Hacker News new | ask | show | jobs
by george3d6 1944 days ago
> So I assume that you are doing hyperparameter search? Can you share what optimization method you are using for search (e.g. random, gp )?

Short answer is optuna and ax but only sometimes.

Long answer lead me down a rabbit whole and it's 10k+ words and a few experiments deep. If you're interested in this are specifically ping me, but I've got nothing concrete, however I like discussing it. A recent paper I saw that somewhat echos my thoughts is: https://arxiv.org/pdf/2102.03034.pdf | but some bits feel either over my head and/or overly pedantic and/or overly formal | and I'm not sure I agree with the conclusion | and loads of it is irrelevant. But if the problem interests you I'd suggest giving it some time, with those disclaimers in mind

> Also, is the search can be distributed in parallel to multi node ?

Theoretically yes, practically it's still WIP to get this to work, but the architecture we have right now is very much conceived with massive distribution in mind (see our docs for more details on that).

> And, if mindsdb is not part of the db, what happen if minddb fail ?
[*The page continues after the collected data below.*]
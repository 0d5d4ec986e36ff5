"""What a measured leak costs in ultimate pressure on a given rig."""

from __future__ import annotations

from pathlib import Path

from ..model import build_rig, initial_controls, initial_state
from ..scenario import build_scenario, raw_of, load_scenario, set_key
from ..simulation import ultimate_pressure


def floor_with_leak(scenario, leak_rate: float) -> float | None:
    """Steady (ultimate) apparatus pressure at the scenario's initial tub state with a given leak [Pa].

    Parameters
    ----------
    scenario : Scenario
        The rig.
    leak_rate : float
        Leak throughput [Pa m^3/s].
    """
    raw = set_key(raw_of(scenario), "apparatus.leak_rate", f"{leak_rate!r} Pa*m^3/s")
    s = build_scenario(raw, "leak-floor")
    rig = build_rig(s)
    return ultimate_pressure(rig, initial_controls(s, rig), initial_state(s, rig))


def floor_cost(scenario_path: str | Path, leak_rate_pa_m3_s: float) -> float:
    """Rise of the rig's ultimate pressure caused by the leak, against a leak-tight apparatus [Pa]."""
    s = load_scenario(scenario_path)
    with_leak = floor_with_leak(s, leak_rate_pa_m3_s)
    tight = floor_with_leak(s, 0.0)
    return float(with_leak - tight)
The select query you use to make a prediction returns an error, essentially. Assuming you mean "what happens if it crashes or if the model you are using crashes?".

e.g:

psql> SELECT diagnostic FROM mindsdb.flu_detector WHERE headache=true AND temperature=37.5 AND cough='mild';

psql> Error: External table returned error: "Segfault"

OR

psql> SELECT diagnostic FROM mindsdb.flu_detector WHERE headache=true AND temperature=37.5 AND coughsfsagsa='mild';

psql> Error: External table returned error: Input column `coughsfsagsa` doesn't exist

(or something like that)

> Also, do you support automatic retraining?

Not at the moment, but we're going to add it very soon, with the first implementation allowing retraining with a certain user-set frequency (e.g. once every 2 hours).

Which will allow the model to be always fresh as new data comes in (assuming there's no time limit on the query)

1 comments

Wow. Thanks for the answer and for the paper !. I myself implemented this: https://arxiv.org/pdf/1810.05934.pdf in go.

The issue with retraining is that you need new labels (assume supervised ML). so I wonder what process do you use to get those.